Collected data entries:
____
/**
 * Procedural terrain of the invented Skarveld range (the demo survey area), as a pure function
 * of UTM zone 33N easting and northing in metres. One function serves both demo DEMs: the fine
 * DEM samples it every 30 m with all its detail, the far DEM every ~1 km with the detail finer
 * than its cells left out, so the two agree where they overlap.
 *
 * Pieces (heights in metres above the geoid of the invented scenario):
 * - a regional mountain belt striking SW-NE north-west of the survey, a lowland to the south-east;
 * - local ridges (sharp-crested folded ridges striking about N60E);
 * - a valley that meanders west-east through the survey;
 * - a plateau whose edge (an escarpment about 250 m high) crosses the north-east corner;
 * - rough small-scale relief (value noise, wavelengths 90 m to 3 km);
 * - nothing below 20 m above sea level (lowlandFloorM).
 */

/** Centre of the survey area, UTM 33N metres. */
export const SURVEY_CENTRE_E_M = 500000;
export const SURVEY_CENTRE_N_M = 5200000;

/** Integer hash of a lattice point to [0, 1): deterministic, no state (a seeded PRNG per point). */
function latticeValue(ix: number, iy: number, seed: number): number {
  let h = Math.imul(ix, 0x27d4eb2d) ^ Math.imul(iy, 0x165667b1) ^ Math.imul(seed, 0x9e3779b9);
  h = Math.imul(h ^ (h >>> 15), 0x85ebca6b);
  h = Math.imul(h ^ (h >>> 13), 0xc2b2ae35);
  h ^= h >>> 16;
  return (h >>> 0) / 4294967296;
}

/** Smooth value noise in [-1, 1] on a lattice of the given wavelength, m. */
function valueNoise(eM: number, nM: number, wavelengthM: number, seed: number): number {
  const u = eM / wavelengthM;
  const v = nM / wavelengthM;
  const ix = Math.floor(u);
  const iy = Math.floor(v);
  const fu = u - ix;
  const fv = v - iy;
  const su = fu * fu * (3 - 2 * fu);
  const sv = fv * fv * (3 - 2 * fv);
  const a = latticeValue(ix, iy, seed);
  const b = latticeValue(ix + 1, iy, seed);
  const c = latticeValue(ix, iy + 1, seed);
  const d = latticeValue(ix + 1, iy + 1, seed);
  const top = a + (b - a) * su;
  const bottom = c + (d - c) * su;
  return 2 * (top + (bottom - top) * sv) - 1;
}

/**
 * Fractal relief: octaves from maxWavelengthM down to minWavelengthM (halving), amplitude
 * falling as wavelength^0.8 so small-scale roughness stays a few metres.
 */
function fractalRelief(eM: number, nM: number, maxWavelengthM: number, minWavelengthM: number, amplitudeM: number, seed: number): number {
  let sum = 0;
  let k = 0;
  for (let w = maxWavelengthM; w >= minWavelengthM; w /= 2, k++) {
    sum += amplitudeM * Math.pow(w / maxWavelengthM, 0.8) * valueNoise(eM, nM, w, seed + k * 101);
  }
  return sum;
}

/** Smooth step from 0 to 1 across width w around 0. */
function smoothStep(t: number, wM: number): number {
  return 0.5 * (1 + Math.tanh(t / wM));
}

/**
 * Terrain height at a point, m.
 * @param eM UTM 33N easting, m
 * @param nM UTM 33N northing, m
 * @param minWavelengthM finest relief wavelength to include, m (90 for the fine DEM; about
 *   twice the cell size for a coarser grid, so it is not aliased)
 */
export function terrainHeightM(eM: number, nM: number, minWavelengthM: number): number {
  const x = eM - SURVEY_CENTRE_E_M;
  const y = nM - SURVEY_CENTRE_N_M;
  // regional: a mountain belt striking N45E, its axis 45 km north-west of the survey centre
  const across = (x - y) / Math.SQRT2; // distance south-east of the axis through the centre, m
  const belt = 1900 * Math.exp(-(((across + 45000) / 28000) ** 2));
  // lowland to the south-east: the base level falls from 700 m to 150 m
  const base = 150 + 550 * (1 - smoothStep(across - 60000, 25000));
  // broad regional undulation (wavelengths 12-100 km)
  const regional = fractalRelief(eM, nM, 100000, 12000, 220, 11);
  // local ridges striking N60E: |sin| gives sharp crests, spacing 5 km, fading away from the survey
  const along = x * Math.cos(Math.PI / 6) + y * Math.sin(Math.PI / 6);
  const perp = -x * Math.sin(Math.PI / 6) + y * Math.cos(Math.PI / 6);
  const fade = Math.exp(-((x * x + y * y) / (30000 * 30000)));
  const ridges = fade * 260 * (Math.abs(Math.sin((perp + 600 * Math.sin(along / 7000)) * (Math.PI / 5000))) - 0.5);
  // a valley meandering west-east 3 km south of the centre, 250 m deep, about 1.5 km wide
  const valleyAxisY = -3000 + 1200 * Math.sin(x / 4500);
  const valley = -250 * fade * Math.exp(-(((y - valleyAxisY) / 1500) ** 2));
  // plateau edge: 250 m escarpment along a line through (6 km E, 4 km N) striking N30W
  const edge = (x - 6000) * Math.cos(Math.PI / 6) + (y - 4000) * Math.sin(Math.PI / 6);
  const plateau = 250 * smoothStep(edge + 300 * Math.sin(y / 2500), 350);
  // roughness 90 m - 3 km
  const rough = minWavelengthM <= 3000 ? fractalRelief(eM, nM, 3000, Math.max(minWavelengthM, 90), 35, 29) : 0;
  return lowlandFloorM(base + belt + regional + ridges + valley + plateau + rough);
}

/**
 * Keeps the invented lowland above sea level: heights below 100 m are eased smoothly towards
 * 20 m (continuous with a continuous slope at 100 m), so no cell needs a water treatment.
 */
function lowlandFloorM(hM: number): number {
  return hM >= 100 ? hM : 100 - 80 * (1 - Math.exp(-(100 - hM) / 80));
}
____
[PROBLEM STATEMENT]
Find the word "through" in the entries. Copy each line that holds it.

[PROBLEM SOLUTION]
 * - a valley that meanders west-east through the survey;
  const across = (x - y) / Math.SQRT2; // distance south-east of the axis through the centre, m
  // plateau edge: 250 m escarpment along a line through (6 km E, 4 km N) striking N30W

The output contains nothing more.